The FAIRplus impact stories present concrete benefits that FAIRplus brings to selected research projects. In the first impact story, we showcase the IMI project RESOLUTE.
FAIR from the start: Implementing FAIR data practices in the RESOLUTE project
The main focus of RESOLUTE are solute carriers (SLCs), a group of proteins that transport substances such as nutrients or metabolites, but also drugs, across biological membranes.
Even though many of the SLCs have been linked to human diseases, including obesity or type 2 diabetes, only a handful of SLC proteins have been used as drug targets. The aim of RESOLUTE is to boost research on SLCs and to establish them as an attractive target class for medical research and drug development.
Make it findable
The RESOLUTE project has been working with the FAIRplus experts throughout 2019 to FAIRify the baseline data generated early on in the project and to establish sustainable FAIR data processes for all future data produced by the consortium.
Ulrich Goldmann (pictured on the left), data scientist at the Research Center for Molecular Medicine of the Austrian Academy of Sciences (CeMM) in Vienna, Austria, and data manager within the RESOLUTE project, explains:
'There are many levels of FAIR, some can be achieved relatively easily, others are much more difficult. At the beginning of the project, we asked what level of FAIR would bring the best return on investment. The major benefit of FAIR data that we saw right from the start is that it makes submission to public repositories a lot easier. So our first criterion was FAIR enough so that we can submit our data to domain-specific repositories.'
To make raw data submission-ready, they need to be properly annotated. This requires not only relevant scientific knowledge but also familiarity with the different metadata standards and ontologies. The FAIRification experts from the FAIRplus Squad teams worked with data managers from RESOLUTE to bring the baseline data to a submission-ready form.

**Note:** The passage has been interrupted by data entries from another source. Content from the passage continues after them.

/**
 * The real two-mode Givens rotation R(θ) on adjacent modes (p, p+1) = local qubits (0, 1): one-particle
 * matrix [[cos θ, −sin θ], [sin θ, cos θ]] on (|p>, |p+1>), vacuum and |11> fixed (Kivlichan et al. 2018).
 */
import { param } from '../circuit/angle.js';
import { defineBlock } from '../circuit/defineBlock.js';
import { gate } from '../circuit/ops.js';
import type { Block } from '../circuit/types.js';

/**
 * `givens_rotation(theta)` on qubits (A = mode p, B = mode p+1): cx(B→A), cry(2θ) controlled by A on B,
 * cx(B→A). In the basis |n_B n_A>: |01> → cos θ|01> + sin θ|10>, |10> → −sin θ|01> + cos θ|10>,
 * |00> and |11> unchanged (Kivlichan et al., Phys. Rev. Lett. 120, 110501, 2018).
 */
export const givensRotation: Block = defineBlock(
  {
    name: 'givens_rotation',
    role: 'real Givens rotation R(theta) of two adjacent fermionic modes (number-conserving, no JW string between them)',
    qubits: 2,
    params: ['theta'],
  },
  [gate('cx', [1, 0]), gate('cry', [0, 1], [{ op: 'mul', left: 2, right: param(0) }]), gate('cx', [1, 0])],
);
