// diagonalizeOneBody: the sorted single-particle energies ε and orbitals V of a Hermitian one-body matrix, T = V diag(ε) V†.
import { hermitianEigen } from '../linalg/hermitianEigen.js';
import type { ComplexMatrix } from '../linalg/ComplexMatrix.js';
import { checkHermitian } from './internal/checkHermitian.js';

export interface OneBodyDiagonalization {
  /** Single-particle energies, ascending. */
  readonly energies: Float64Array;
  /** Unitary; column k is the orbital of energies[k]: T = V diag(ε) V†. */
  readonly V: ComplexMatrix;
}

export interface DiagonalizeOneBodyOptions {
  /** Largest accepted max |T_ij − conj(T_ji)|, relative to max(1, max |T_ij|). Default 1e-10. */
  readonly tolerance?: number;
}

/**
 * Eigen-decomposition of the one-body matrix T of H₁ = Σ_ij T_ij a_i† a_j (complex Jacobi, see hermitianEigen):
 * with b_k† = Σ_j V_jk a_j†, H₁ = Σ_k ε_k b_k† b_k (Szabo & Ostlund, Modern Quantum Chemistry, 1989, ch. 3).
 * Degenerate levels get an arbitrary orthonormal basis of their eigenspace.
 * @throws RangeError when T is not square, finite and Hermitian within the tolerance.
 */
export function diagonalizeOneBody(T: ComplexMatrix, options: DiagonalizeOneBodyOptions = {}): OneBodyDiagonalization {
  const tolerance = options.tolerance ?? 1e-10;
  checkHermitian(T, tolerance, 'diagonalizeOneBody');
  const { values, vectors } = hermitianEigen(T, { tolerance });
  return { energies: values, V: vectors };
}
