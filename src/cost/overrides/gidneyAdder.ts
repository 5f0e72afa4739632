/**
 * gidneyAdder: optional override costing a ripple-carry adder block (src/arithmetic/cuccaroAdder.ts, width w) by
 * Gidney's adder with temporary logical-ANDs instead of Cuccaro's MAJ/UMA form: w − 1 ANDs (4 T each, erased by
 * measurement) and w − 1 work qubits (Gidney, Quantum 2, 74, 2018: T-count 4n + O(1)); the plain Cuccaro form has
 * 2w − 2 Toffolis modulo 2^w and 2w − 1 with a carry out (Cuccaro et al., arXiv:quant-ph/0410184, 2004). Controlled
 * calls keep the simulated body (Gidney's controlled adder is not modelled).
 */
import type { Block } from '../../circuit/types.js';
import type { CostOverride } from '../CostOverride.js';
import { singleCharge, sumCounts } from '../HierarchyCount.js';
import { tally } from '../Tally.js';

export const GIDNEY_ADDER_SOURCE = 'Gidney, Quantum 2, 74 (2018), temporary logical-AND adder';
const RIPPLE_NAME = /^cuccaro_adder(_carry)?_(\d+)$/;

export function gidneyAdder(block: Block): CostOverride | null {
  const match = RIPPLE_NAME.exec(block.name);
  if (!match || block.body.kind !== 'plain') return null;
  const width = Number(match[2]);
  const carry = match[1] !== undefined;
  const ops = block.body.ops;
  return {
    label: 'ripple adder by temporary logical-ANDs',
    source: GIDNEY_ADDER_SOURCE,
    cost: (context) => {
      if (context.controls + context.negControls > 0) {
        return sumCounts([[context.countOps(ops, context.controls, context.negControls, context.inverse), context.times]]);
      }
      const ands = width - 1 + (carry ? 1 : 0);
      return sumCounts([[singleCharge('ripple adder by temporary logical-ANDs', GIDNEY_ADDER_SOURCE, tally({ toffoli: ands, cliffords: 6 * width, extraAncillas: ands })), context.times]]);
    },
  };
}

'Transcriptomics data are already at a high level of FAIRness. But other data types are more difficult to FAIRify. Proteomics and metabolomics, for example, need a lot of work you need to collect relevant metadata and apply ontologies for every datatype,' says Vitaly Sedlyarov (pictured on the right), Goldmann's colleague at CeMM in Vienna.
The collaboration with FAIRplus was crucial in helping the RESOLUTE researchers to submit their data to European resources, such as the European Nucleotide Archive, ProteomeXchange or Metabolights.
The FAIRplus Squad teams have summarised their experience from FAIRifying the RESOLUTE transcriptomic data in a RESOLUTE FAIRification Recipe, published in FAIRplus's FAIR cookbook. The recipe identifies the appropriate identifiers for the data and proposes a new schema for transcriptomic data, based on existing community standards and submission guidelines of popular transcriptomics databases.
Even though this was just the first step in the FAIRification process, it already has a big impact on the potential reuse of RESOLUTE outcomes. Ulrich Goldmann explains:
'RESOLUTE started in summer of 2018; so far we have the baseline expression data from parental cell lines. But it's essential that these data are readily available in a public database. All future results and data that we will generate have to be compared with the baseline data. Therefore the baseline data must be findable and accessible to be useful for our researchers. This is a very important and direct benefit of the FAIRification process.'
FAIRification for the future
In a data-intensive research project, a detailed data management plan can make the difference between success and failure. This is all the more important for RESOLUTE which aims to promote SLCs as attractive drug targets. Without the data being available to the wide scientific community, we cannot expect any meaningful impact in terms of new SLC research and new SLC based medicines.
'If we don't record metadata properly from the beginning, it might never happen. At a later stage, it would be almost impossible or at least much harder to do any kind of FAIRification,' says Vitaly Sedlyarov.
'Working together with FAIRplus prompted us to think about many aspects of FAIR data principles. Having the right ontologies and proper identifiers helped us to build an internal database for the entire consortium. We believe that RESOLUTE could make a good use case for future IMI projects, as all these projects must figure out their own way of organising data. Our experience should help other IMI researchers to build such FAIR repositories for their own projects.'
'Thanks to FAIRplus we now have an extensive data management plan and computational solutions available. It makes a good starting point. We are still at the beginning of our project, but it's already clear that FAIR data make all the difference in building a good repository and will inevitably raise the quality and reusability of our data.'
RESOLUTE is a public-private partnership funded by the Innovative Medicines Initiative 2 Joint Undertaking under Grant Agreement No 777372. Led by Research Center for Molecular Medicine of the Austrian Academy of Sciences and Pfizer Ltd., it has 13 partners from academia and industry.
- Start: July 2018
- End: June 2023
Project coordinator: Giulio Superti-Furga, CeMM - Research Center for Molecular Medicine of the Austrian Academy of Sciences
Project leader: Claire Steppan, Pfizer Ltd.
Superti-Furga G, Lackner D, Wiedmer T. et al (2020). The RESOLUTE consortium: unlocking SLC transporters for drug discovery. Nature Reviews Drug Discovery. 10.1038/d41573-020-00056-6.